Люди называется, а хуже диких зверей! Мы снова заработали кирками. Левин, подобно призраку, куда-то испарился.
– Ты что-нибудь понимаешь? – шепотом спросил я Альфонса Ничейного.
Он тряхнул головой и задумался, время от времени бросая взгляд на мост вдали и рельсы.
– Хорошо бы раздобыть поваренную книгу Левина! – вдруг ни с того ни с сего сказал он.
Совсем у парня крыша съехала! На кой ляд ему сдалась поваренная книга?
В полуденный зной нам дали двухчасовую передышку. Все кости ломило, делить скудную норму воды на порции было равносильно муке адовой. И река – река смерти – пенясь бурунами, прорывалась сквозь узкое ущелье… Время от времени слышалось громкое клацанье – это кто-то из неисчислимого скопища крокодилов захлопывал пасть.
– Тс-с…
Из кустарника позади какой-то тип делал нам знаки. Левин!

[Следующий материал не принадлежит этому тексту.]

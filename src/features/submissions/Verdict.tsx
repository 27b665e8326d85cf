import { useState } from 'react';
import { type Submission, signatureMeanings } from '../../../shared/api/submissions.ts';
import { canReturn, canRule, canSign, canWithdraw, countRulings } from '../../../shared/domain/submission-policy.ts';
import { useAsking } from '../../api/use-asking.ts';
import { ActionButton } from '../../ui/ActionButton.tsx';
import { Field } from '../../ui/Field.tsx';
import { Moment } from '../../ui/Moment.tsx';
import { ProblemNote } from '../../ui/ProblemNote.tsx';
import { factsOf, useReturn, useSign, useWithdraw } from './submission-queries.ts';

/** What has been ruled on, and the ways to end the review. */
export function Verdict({ submission }: { readonly submission: Submission }) {
  const asking = useAsking();
  const facts = factsOf(submission);
  const { ruled, of } = countRulings(facts);
  const isManager = asking.memberships[submission.studyId] === 'manager';
  return (
    <aside aria-label="Verdict" className="grid content-start gap-5 lg:sticky lg:top-4">
      <section className="grid gap-2">
        <h2 className="flex justify-between border-b border-rule pb-1 font-bold">
          Assumptions{' '}
          <span className="text-sm font-normal" role="status">
            {ruled} of {of} ruled on
          </span>
        </h2>
        <progress value={ruled} max={of} className="h-2 w-full accent-primary" aria-label="Assumptions ruled on" />
      </section>
      {submission.signatures.map((signature) => (
        <section
          key={signature.signedAt}
          className="grid gap-1 border-4 border-double border-rule bg-surface p-3 text-sm"
        >
          <h2 className="font-bold">Signed by {signature.signerName}</h2>
          <p>{signature.meaning}</p>
          <Moment at={signature.signedAt} />
          <p className="num text-xs break-all whitespace-normal text-ink-2">SHA-256 {signature.snapshotHash}</p>
        </section>
      ))}
      {submission.outcome && submission.status !== 'signed' && (
        <section className="grid gap-1 border border-rule bg-surface p-3 text-sm">
          <h2 className="font-bold">
            {submission.status === 'returned' ? 'Returned' : 'Withdrawn'} by {submission.outcome.byName}
          </h2>
          <p>“{submission.outcome.comments}”</p>
          <Moment at={submission.outcome.at} />
        </section>
      )}
      {submission.status === 'open' && isManager && <SignForm submission={submission} />}
      {submission.status === 'open' && isManager && <ReturnForm submission={submission} />}
      {submission.status === 'open' && !isManager && (
        <p className="text-sm text-ink-2">{reasonOf(canRule(asking, facts))}</p>
      )}
      {submission.status === 'open' && submission.submittedById === asking.personId && (
        <WithdrawForm submission={submission} />
      )}
    </aside>
  );
}

function reasonOf(decision: ReturnType<typeof canRule>): string {
  return decision.allowed ? '' : decision.reason;
}

function SignForm({ submission }: { readonly submission: Submission }) {
  const asking = useAsking();
  const sign = useSign(submission.id);
  const [password, setPassword] = useState('');
  const [meaning, setMeaning] = useState<(typeof signatureMeanings)[number]>(signatureMeanings[0]);
  const count = submission.snapshot.routeIds.length;
  return (
    <form
      aria-label="Sign"
      className="grid gap-3 border border-rule bg-sunk p-3"
      onSubmit={(event) => {
        event.preventDefault();
        sign.mutate({ password, meaning, snapshotHash: submission.snapshotHash }, { onSettled: () => setPassword('') });
      }}
    >
      <h2 className="font-bold">Sign</h2>
      <p className="text-sm">
        Signing records <strong>{asking.name}</strong>, the time and the meaning, and freezes {count}{' '}
        {count === 1 ? 'route' : 'routes'}. It is bound to exactly what is shown here:{' '}
        <span className="num text-xs" title={submission.snapshotHash}>
          {submission.snapshotHash.slice(0, 16)}
        </span>
      </p>
      <fieldset className="grid gap-1 text-sm">
        <legend className="font-semibold">Meaning</legend>
        {signatureMeanings.map((one) => (
          <label key={one} className="flex items-start gap-2 py-1">
            <input
              type="radio"
              name="meaning"
              checked={meaning === one}
              onChange={() => setMeaning(one)}
              className="mt-1"
            />
            {one}
          </label>
        ))}
      </fieldset>
      <Field label="Your password">
        {(parts) => (
          <input
            {...parts}
            type="password"
            autoComplete="current-password"
            required
            value={password}
            onChange={(event) => setPassword(event.target.value)}
            className="input"
          />
        )}
      </Field>
      <ActionButton type="submit" decision={canSign(asking, factsOf(submission))} busy={sign.isPending}>
        Sign
      </ActionButton>
      {sign.error && <ProblemNote error={sign.error} />}
    </form>
  );
}

function ReturnForm({ submission }: { readonly submission: Submission }) {
  const asking = useAsking();
  const giveBack = useReturn(submission.id);
  const [comments, setComments] = useState('');
  return (
    <form
      aria-label="Return"
      className="grid gap-2"
      onSubmit={(event) => {
        event.preventDefault();
        giveBack.mutate({ comments });
      }}
    >
      <Field label="Comments to the author" hint="What must change before you can sign.">
        {(parts) => (
          <textarea
            {...parts}
            rows={3}
            required
            value={comments}
            onChange={(event) => setComments(event.target.value)}
            className="input"
          />
        )}
      </Field>
      <ActionButton
        type="submit"
        variant="plain"
        decision={canReturn(asking, factsOf(submission))}
        busy={giveBack.isPending}
      >
        Return with comments
      </ActionButton>
      {giveBack.error && <ProblemNote error={giveBack.error} />}
    </form>
  );
}

function WithdrawForm({ submission }: { readonly submission: Submission }) {
  const asking = useAsking();
  const withdraw = useWithdraw(submission.id);
  const [reason, setReason] = useState('');
  return (
    <form
      aria-label="Withdraw"
      className="grid gap-2"
      onSubmit={(event) => {
        event.preventDefault();
        withdraw.mutate({ reason });
      }}
    >
      <Field label="Reason" hint="Withdraw to change the package; it can be submitted again.">
        {(parts) => (
          <textarea
            {...parts}
            rows={2}
            required
            value={reason}
            onChange={(event) => setReason(event.target.value)}
            className="input"
          />
        )}
      </Field>
      <ActionButton
        type="submit"
        variant="plain"
        decision={canWithdraw(asking, factsOf(submission))}
        busy={withdraw.isPending}
      >
        Withdraw the submission
      </ActionButton>
      {withdraw.error && <ProblemNote error={withdraw.error} />}
    </form>
  );
}
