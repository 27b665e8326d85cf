import { EnvironmentError } from '../environment.ts';

/** What to print about a failure: its sentences, without a stack that would say nothing to whoever started a script. */
export function sentenceOf(error: unknown): string {
  if (error instanceof EnvironmentError) return error.sentences.join('\n');
  return error instanceof Error ? error.message : String(error);
}
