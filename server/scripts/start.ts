import { readLauncherEnvironment } from '../environment.ts';
import { startAppServer } from './app-server.ts';
import { buildClient } from './build-client.ts';
import { runUntilStopped } from './run-until-stopped.ts';
import { secretsOf } from './secrets.ts';
import { startSurroundings } from './surroundings.ts';

await runUntilStopped(async ({ say, keep }) => {
  const environment = readLauncherEnvironment();
  const { database, mail } = await startSurroundings(environment, { say, keep });
  buildClient(say);
  say('Starting the server.');
  await keep('The server', () =>
    startAppServer({
      dataFolder: environment.dataFolder,
      port: environment.appPort,
      publicAddress: environment.publicAddress,
      database: { port: database.port, ...database.app, name: environment.databaseName },
      smtpPort: environment.smtpPort,
      sessionSecret: secretsOf(environment.dataFolder).sessionSecret,
      mode: 'production',
      say,
    }),
  );
  say(`Mails that Stemma sends are shown at ${mail.address}`);
  say(`Stemma runs at ${environment.publicAddress} (Ctrl-C stops it)`);
});
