import type { LauncherEnvironment } from '../environment.ts';
import { type DatabaseServer, startDatabaseServer } from './database.ts';
import { seedDemoOnce } from './demo.ts';
import { installMissing, mariadbServer } from './install-debian.ts';
import { type MailCatcher, startMailCatcher } from './mail-catcher.ts';
import { prepareDatabase } from './prepare-database.ts';
import type { Launch } from './run-until-stopped.ts';

/** Starts what the server needs around it: the database with its tables up to date, the mail catcher, the demo. */
export async function startSurroundings(
  environment: LauncherEnvironment,
  { say, keep }: Launch,
): Promise<{ readonly database: DatabaseServer; readonly mail: MailCatcher }> {
  const { dataFolder, databaseName } = environment;
  installMissing([mariadbServer], say);
  say(`Starting the database on port ${environment.databasePort} with its data in ${dataFolder}.`);
  const database = await keep('The database', () =>
    startDatabaseServer({ dataFolder, port: environment.databasePort, say }),
  );
  say('Bringing its tables up to date.');
  await prepareDatabase(database, databaseName);
  say(`Starting the mail catcher on port ${environment.smtpPort}.`);
  const mail = await keep('The mail catcher', () =>
    startMailCatcher({
      dataFolder,
      smtpPort: environment.smtpPort,
      pagePort: environment.mailPagePort,
      say,
    }),
  );
  if (environment.withDemo) await seedDemoOnce(database, environment, say);
  return { database, mail };
}
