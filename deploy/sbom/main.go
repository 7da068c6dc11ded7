// Command sbom writes what a program is made of as a CycloneDX document: every Go
// module that is linked into it, by the program's own build information, the standard
// library, and the files that its map page brings along, each with version and
// licence. The same program gives the same bytes.
//
//	sbom PROGRAM > PROGRAM.cdx.json
package main

import (
	"crypto/sha256"
	"debug/buildinfo"
	"encoding/hex"
	"fmt"
	"io"
	"net/url"
	"os"
	"runtime/debug"
	"strings"

	cdx "github.com/CycloneDX/cyclonedx-go"
	"github.com/google/uuid"

	"nearmargin/deploy/licences"
)

func main() {
	if err := run(os.Args[1:], os.Stdout); err != nil {
		fmt.Fprintf(os.Stderr, "sbom: %v\n", err)
		os.Exit(1)
	}
}

func run(args []string, out io.Writer) error {
	if len(args) != 1 {
		return fmt.Errorf("%d arguments; want one, the program", len(args))
	}
	raw, err := os.ReadFile(args[0]) // #nosec G703 -- the program that was built, by whoever built it
	if err != nil {
		return err
	}
	info, err := buildinfo.ReadFile(args[0])
	if err != nil {
		return err
	}
	bom, err := document(info, sha256.Sum256(raw))
	if err != nil {
		return err
	}
	return cdx.NewBOMEncoder(out, cdx.BOMFileFormatJSON).SetPretty(true).EncodeVersion(bom, cdx.SpecVersion1_6)
}

// vendored are the files below api/page/static/vendor, which no module brings.
var vendored = []struct{ name, version, licence string }{
	{"d3", "7.9.2", "ISC"},
	{"topojson-client", "3.1.0", "ISC"},
	{"world-atlas", "2.0.2", "ISC"},
}

// document describes a program of a build information and a checksum. A module that
// the list of licences does not have is an error.
func document(info *debug.BuildInfo, sum [sha256.Size]byte) (*cdx.BOM, error) {
	main := component(cdx.ComponentTypeApplication, info.Main.Path, info.Main.Version, "Apache-2.0", golang(info.Main.Path, info.Main.Version))
	main.Hashes = &[]cdx.Hash{{Algorithm: cdx.HashAlgoSHA256, Value: hex.EncodeToString(sum[:])}}
	main.Properties = &[]cdx.Property{}
	for _, s := range info.Settings {
		*main.Properties = append(*main.Properties, cdx.Property{Name: "nearmargin:build:" + s.Key, Value: s.Value})
	}
	std := component(cdx.ComponentTypeLibrary, "std", info.GoVersion, "BSD-3-Clause", golang("std", strings.TrimPrefix(info.GoVersion, "go")))
	list := []cdx.Component{std}
	for _, m := range info.Deps {
		if m.Replace != nil {
			m = m.Replace
		}
		licence := licences.Of(m.Path, m.Version)
		if licence == "" {
			return nil, fmt.Errorf("deploy/licences has no %s %s; see its test for how to bring the list up to date", m.Path, m.Version)
		}
		c := component(cdx.ComponentTypeLibrary, m.Path, m.Version, licence, golang(m.Path, m.Version))
		c.Properties = &[]cdx.Property{{Name: "nearmargin:go.sum", Value: m.Sum}}
		list = append(list, c)
	}
	for _, v := range vendored {
		list = append(list, component(cdx.ComponentTypeLibrary, v.name, v.version, v.licence, "pkg:npm/"+v.name+"@"+v.version))
	}
	bom := cdx.NewBOM()
	bom.SerialNumber = uuid.NewSHA1(uuid.NameSpaceOID, sum[:]).URN() // one program, one document
	bom.Metadata = &cdx.Metadata{Component: &main}
	bom.Components = &list
	return bom, nil
}

func component(kind cdx.ComponentType, name, version, licence, purl string) cdx.Component {
	return cdx.Component{
		BOMRef: purl, Type: kind, Name: name, Version: version, PackageURL: purl,
		Licenses: &cdx.Licenses{{License: &cdx.License{ID: licence}}},
	}
}

// golang returns a module's package URL, of which path and name are in lower case.
func golang(path, version string) string {
	return "pkg:golang/" + strings.ToLower(path) + "@" + strings.ReplaceAll(url.PathEscape(version), "+", "%2B")
}
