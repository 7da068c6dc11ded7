package main

import (
	"bytes"
	"crypto/sha256"
	"os"
	"path/filepath"
	"runtime/debug"
	"strings"
	"testing"
)

// TestVendored: every file that the map page brings along is in the document, in the
// version that the file itself names.
func TestVendored(t *testing.T) {
	dir := filepath.Join("..", "..", "api", "page", "static", "vendor")
	entries, err := os.ReadDir(dir)
	if err != nil {
		t.Fatal(err)
	}
	for _, e := range entries {
		base, _, _ := strings.Cut(e.Name(), ".")
		if strings.HasPrefix(base, "land-") {
			base = "world-atlas"
		}
		found := false
		for _, v := range vendored {
			if v.name != base {
				continue
			}
			found = true
			raw, err := os.ReadFile(filepath.Join(dir, e.Name()))
			if err != nil {
				t.Fatal(err)
			}
			if strings.HasSuffix(e.Name(), ".js") && !bytes.Contains(raw[:200], []byte("v"+v.version+" ")) {
				t.Errorf("%s is not of version %s: %.100s", e.Name(), v.version, raw)
			}
		}
		if !found {
			t.Errorf("%s is in no component", e.Name())
		}
	}
	if len(entries) < 5 {
		t.Errorf("%d files are vendored", len(entries))
	}
}

// TestUnlisted: a module without a known licence is no component, but an error.
func TestUnlisted(t *testing.T) {
	info := &debug.BuildInfo{GoVersion: "go1.26", Deps: []*debug.Module{{Path: "example.org/unheard", Version: "v1.0.0"}}}
	if _, err := document(info, [sha256.Size]byte{}); err == nil || !strings.Contains(err.Error(), "example.org/unheard v1.0.0") {
		t.Errorf("%v", err)
	}
	info.Deps[0].Replace = &debug.Module{Path: "github.com/labstack/echo/v4", Version: listed(t, "github.com/labstack/echo/v4")}
	bom, err := document(info, [sha256.Size]byte{})
	if err != nil || (*bom.Components)[1].Name != "github.com/labstack/echo/v4" {
		t.Errorf("a replaced module: %v", err)
	}
}

// listed returns the version in which this test is built with a module.
func listed(t *testing.T, path string) string {
	t.Helper()
	raw, err := os.ReadFile(filepath.Join("..", "licences", "LICENCES.txt"))
	if err != nil {
		t.Fatal(err)
	}
	for line := range strings.Lines(string(raw)) {
		if f := strings.Fields(line); f[0] == path {
			return f[1]
		}
	}
	t.Fatalf("%s is not listed", path)
	return ""
}

func TestRunSaysWhatIsWrong(t *testing.T) {
	text := filepath.Join(t.TempDir(), "text")
	if err := os.WriteFile(text, []byte("no program"), 0o600); err != nil {
		t.Fatal(err)
	}
	for _, args := range [][]string{nil, {"a", "b"}, {text + "-absent"}, {text}} {
		if err := run(args, &bytes.Buffer{}); err == nil {
			t.Errorf("%v: no error", args)
		}
	}
}

func TestPackageURL(t *testing.T) {
	for _, c := range [][3]string{
		{"github.com/Masterminds/semver/v3", "v3.4.0", "pkg:golang/github.com/masterminds/semver/v3@v3.4.0"},
		{"example.org/a", "v2.0.0+incompatible", "pkg:golang/example.org/a@v2.0.0%2Bincompatible"},
	} {
		if got := golang(c[0], c[1]); got != c[2] {
			t.Errorf("%s, want %s", got, c[2])
		}
	}
}
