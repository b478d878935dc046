import { prepare } from '../../../solver/quadrature/prepare';
import { restCoefficients } from '../../../solver/quadrature/rest';
import { evaluateRows } from '../../../solver/quadrature/rows';
import type { SceneMaterial } from '../../../solver/scene';
import { box, furthest, patchesOf, plainScene, rubber, vectorAt } from './test-scenes';

const steel: SceneMaterial = { ...rubber, id: 'steel', name: 'Steel', youngsModulus: 2e11 };
const foam: SceneMaterial = { ...rubber, id: 'foam', name: 'Foam', youngsModulus: 5e5 };
const sixFrom = (first: number) => [0, 1, 2, 3, 4, 5].map((k) => first + k);

describe('pieces', () => {
  const plate = box([-1, -1, -0.1], [1, 1, 0]);
  const block = (gap: number) => box([-0.5, -0.5, gap], [0.5, 0.5, 0.6]);

  test.each([0.3, 0.0005])('two boxes %f m apart are two bodies with their own parts', (gap) => {
    const { bodies, parts, samples, ties } = prepare(plainScene(12), patchesOf(plate, block(gap)));
    expect(bodies.map((b) => Array.from(b.patches))).toEqual([sixFrom(0), sixFrom(6)]);
    expect(bodies[0]!.partCount + bodies[1]!.partCount).toBe(12);
    expect(Array.from(parts.body)).toEqual([
      ...Array<number>(bodies[0]!.partCount).fill(0),
      ...Array<number>(bodies[1]!.partCount).fill(1),
    ]);
    expect(Math.abs(bodies[1]!.volume - (0.6 - gap))).toBeLessThan(0.003);
    expect(Array.from(samples.body)).toEqual(Array.from(samples.patch, (k) => (k < 6 ? 0 : 1)));
    expect(ties.count).toBe(0);
  });

  test('boxes that run into each other are one body', () => {
    expect(prepare(plainScene(12), patchesOf(plate, block(-0.05))).bodies).toHaveLength(1);
  });

  test('loose-faced boxes side by side stay two bodies', () => {
    const { bodies } = prepare(
      plainScene(8),
      patchesOf(box([0, 0, 0], [1, 1, 1], 0.02), box([1.5, 0, 0], [2.5, 1, 1], 0.02)),
    );
    expect(bodies).toHaveLength(2);
  });

  test('a bond ties pieces closer than its distance, over the area that is near', () => {
    const patches = patchesOf(plate, block(0.004));
    expect(prepare(plainScene(12, { bondDistance: 0.003 }), patches).ties.count).toBe(0);
    const prepared = prepare(plainScene(12, { bondDistance: 0.005 }), patches);
    const { ties } = prepared;
    expect(ties.count).toBeGreaterThan(40);
    const area = ties.areas.reduce((a, b) => a + b, 0);
    expect(Math.abs(area - 1)).toBeLessThan(0.1);
    const rest = restCoefficients(prepared);
    const a = evaluateRows(new Float64Array(3 * ties.count), ties.a, rest);
    const b = evaluateRows(new Float64Array(3 * ties.count), ties.b, rest);
    expect(furthest(a, b)).toBeLessThan(1e-13);
  });
});

describe('materials', () => {
  const outer = box([0, 0, 0], [1, 1, 1]);
  const core = box([0.3, 0.3, 0.3], [0.7, 0.7, 0.7]);
  const prepared = prepare(
    plainScene(12, { materials: [rubber, { ...steel, patches: sixFrom(6) }] }),
    patchesOf(outer, core),
  );

  test('a core of a later material is cut out of the body round it', () => {
    const { bodies } = prepared;
    expect(bodies.map((b) => b.material)).toEqual([0, 1]);
    expect(Math.abs(bodies[0]!.volume / (1 - 0.064) - 1)).toBeLessThan(0.005);
    expect(Math.abs(bodies[1]!.volume / 0.064 - 1)).toBeLessThan(0.005);
    const core1 = { min: 0.3, max: 0.7 };
    const { points } = prepared;
    let within = 0;
    for (let k = 0; k < points.count; k++) {
      const p = vectorAt(points.positions, k);
      if (points.body[k] === 0 && p.every((x) => x > core1.min + 0.02 && x < core1.max - 0.02)) within++;
    }
    // A cell's points may reach a little past a concave edge, not into the middle.
    expect(within / points.count).toBeLessThan(0.02);
  });

  test('the stiff core gets one part and its surface is the interface', () => {
    const { bodies, ties, samples } = prepared;
    expect(bodies[1]!.partCount).toBe(1);
    expect(Math.abs(ties.areas.reduce((a, b) => a + b, 0) / (6 * 0.16) - 1)).toBeLessThan(0.01);
    expect(new Set(ties.bodyA)).toEqual(new Set([0]));
    expect(new Set(ties.bodyB)).toEqual(new Set([1]));
    expect(Array.from(samples.exposed)).toEqual(Array.from(samples.body, (b) => (b === 0 ? 1 : 0)));
  });

  test('a core is cut out of the body round it also when its material comes first', () => {
    const { bodies, ties } = prepare(
      plainScene(12, { materials: [{ ...steel, patches: sixFrom(6) }, rubber] }),
      patchesOf(outer, core),
    );
    expect(bodies.map((b) => Array.from(b.patches))).toEqual([sixFrom(6), sixFrom(0)]);
    expect(Math.abs(bodies[0]!.volume / 0.064 - 1)).toBeLessThan(0.005);
    expect(Math.abs(bodies[1]!.volume / (1 - 0.064) - 1)).toBeLessThan(0.005);
    expect(Math.abs(ties.areas.reduce((a, b) => a + b, 0) / (6 * 0.16) - 1)).toBeLessThan(0.01);
  });

  test('where neither swallows the other the later material takes the overlap', () => {
    const { bodies } = prepare(
      plainScene(12, { materials: [{ ...foam, patches: sixFrom(6) }, rubber] }),
      patchesOf(box([0, 0, 0], [1, 0.5, 0.5]), box([0.8, 0.1, 0.1], [1.8, 0.4, 0.4])),
    );
    expect(bodies.map((b) => b.material)).toEqual([0, 1]);
    expect(Math.abs(bodies[1]!.volume / 0.25 - 1)).toBeLessThan(0.005);
    expect(Math.abs(bodies[0]!.volume / (0.09 - 0.2 * 0.09) - 1)).toBeLessThan(0.005);
  });

  test('boxes of unlike material that share a face are tied over it', () => {
    const { bodies, ties } = prepare(
      plainScene(8, { materials: [rubber, { ...foam, patches: sixFrom(6) }] }),
      patchesOf(box([0, 0, 0], [1, 0.5, 0.5]), box([1, 0, 0], [2, 0.5, 0.5])),
    );
    expect(bodies).toHaveLength(2);
    expect(Math.abs(ties.areas.reduce((a, b) => a + b, 0) / 0.25 - 1)).toBeLessThan(0.15);
    expect(ties.areas.length).toBeGreaterThan(40);
  });

  test('patches nobody claims take the first material, with a remark', () => {
    const { bodies, report } = prepare(
      plainScene(4, {
        materials: [
          { ...foam, patches: [0] },
          { ...rubber, patches: [1] },
        ],
      }),
      patchesOf(outer),
    );
    expect(bodies.map((b) => b.material)).toContain(0);
    expect(report.remarks[0]).toBe('4 of 6 patches have no material; they take “Foam”.');
  });

  test('a patch that does not exist is refused with what to do', () => {
    expect(() => prepare(plainScene(4, { materials: [rubber, { ...steel, patches: [9] }] }), patchesOf(outer))).toThrow(
      'Material “Steel” names patch 9, but the model has patches 0 to 5. Correct its list of patches.',
    );
  });

  test('patches without area are left out, with a remark', () => {
    const patches = patchesOf(outer);
    const point = { ...patches[0]!, points: patches[0]!.points.map(() => 2) };
    const { bodies, report } = prepare(plainScene(4), [...patches, point]);
    expect(bodies.map((b) => Array.from(b.patches))).toEqual([sixFrom(0)]);
    expect(report.remarks).toEqual(['1 of 7 patches has no area and takes no part.']);
    expect(() => prepare(plainScene(4), [point])).toThrow(
      'The model has no size: all its points are one. Choose another file.',
    );
  });

  test('a model without patches is refused', () => {
    expect(() => prepare(plainScene(), [])).toThrow('The model has no patches. Choose a file with surfaces in it.');
  });
});

describe('sheets', () => {
  const plate = patchesOf(box([0, 0, 0], [1, 0.5, 0.2])).slice(5);

  test('a lone face becomes a sheet of 1 % of the diagonal and says so', () => {
    const { bodies, report, parts } = prepare(plainScene(6), plate);
    const thickness = 0.01 * Math.hypot(1, 0.5);
    expect(bodies).toHaveLength(1);
    expect(parts.count).toBe(6);
    expect(Math.abs(bodies[0]!.volume / (0.5 * thickness) - 1)).toBeLessThan(1e-12);
    expect(report.remarks).toEqual([
      "One piece encloses nothing and is treated as a sheet 1.12 cm thick, 1 % of the model's diagonal: patches 0.",
    ]);
  });

  test('its second moment through the thickness is that of the solid plate, V t²/12', () => {
    const { report, points } = prepare(plainScene(6), plate);
    const thickness = 0.01 * Math.hypot(1, 0.5);
    expect(Math.abs(report.secondMoments[2] / ((report.volume * thickness ** 2) / 12) - 1)).toBeLessThan(1e-9);
    expect(Math.abs(report.secondMoments[0] / (report.volume / 12) - 1)).toBeLessThan(1e-9);
    // The projected points keep it.
    let moment = 0;
    for (let k = 0; k < points.count; k++) moment += points.volumes[k]! * (points.positions[3 * k + 2]! - 0.2) ** 2;
    expect(Math.abs(moment / report.secondMoments[2] - 1)).toBeLessThan(1e-9);
  });

  test('stacked sheets do not join', () => {
    const stack = [0, 1, 2].flatMap((n) => patchesOf(box([0, 0, 0], [1, 1, 0.1 * (n + 1)])).slice(5));
    expect(prepare(plainScene(6), stack).bodies).toHaveLength(3);
  });
});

– Буду ждать вас у мангрового дерева над «Лоханью».
Мы проследовали к указанному месту, пользуясь тем, что во время перерыва охранники не слишком строго следили за арестантами.
– Идемте со мной… и побыстрее… Часового я отослал под благовидным предлогом.
– Каким образом произошли перемены в вашей судьбе? – не вытерпел Альфонс Ничейный.
– На этот вопрос я вам ответить не могу, сударь, так что не спрашивайте. Но я готов вам служить душою и телом в знак вечной признательности за вашу благородную дружбу.
Это верно: не вмешайся мы вовремя, и быть бы ему зарытым в песок живьем. Легионеры – народ нервный, а Левин их тогда Достал своим гастрономическим бредом.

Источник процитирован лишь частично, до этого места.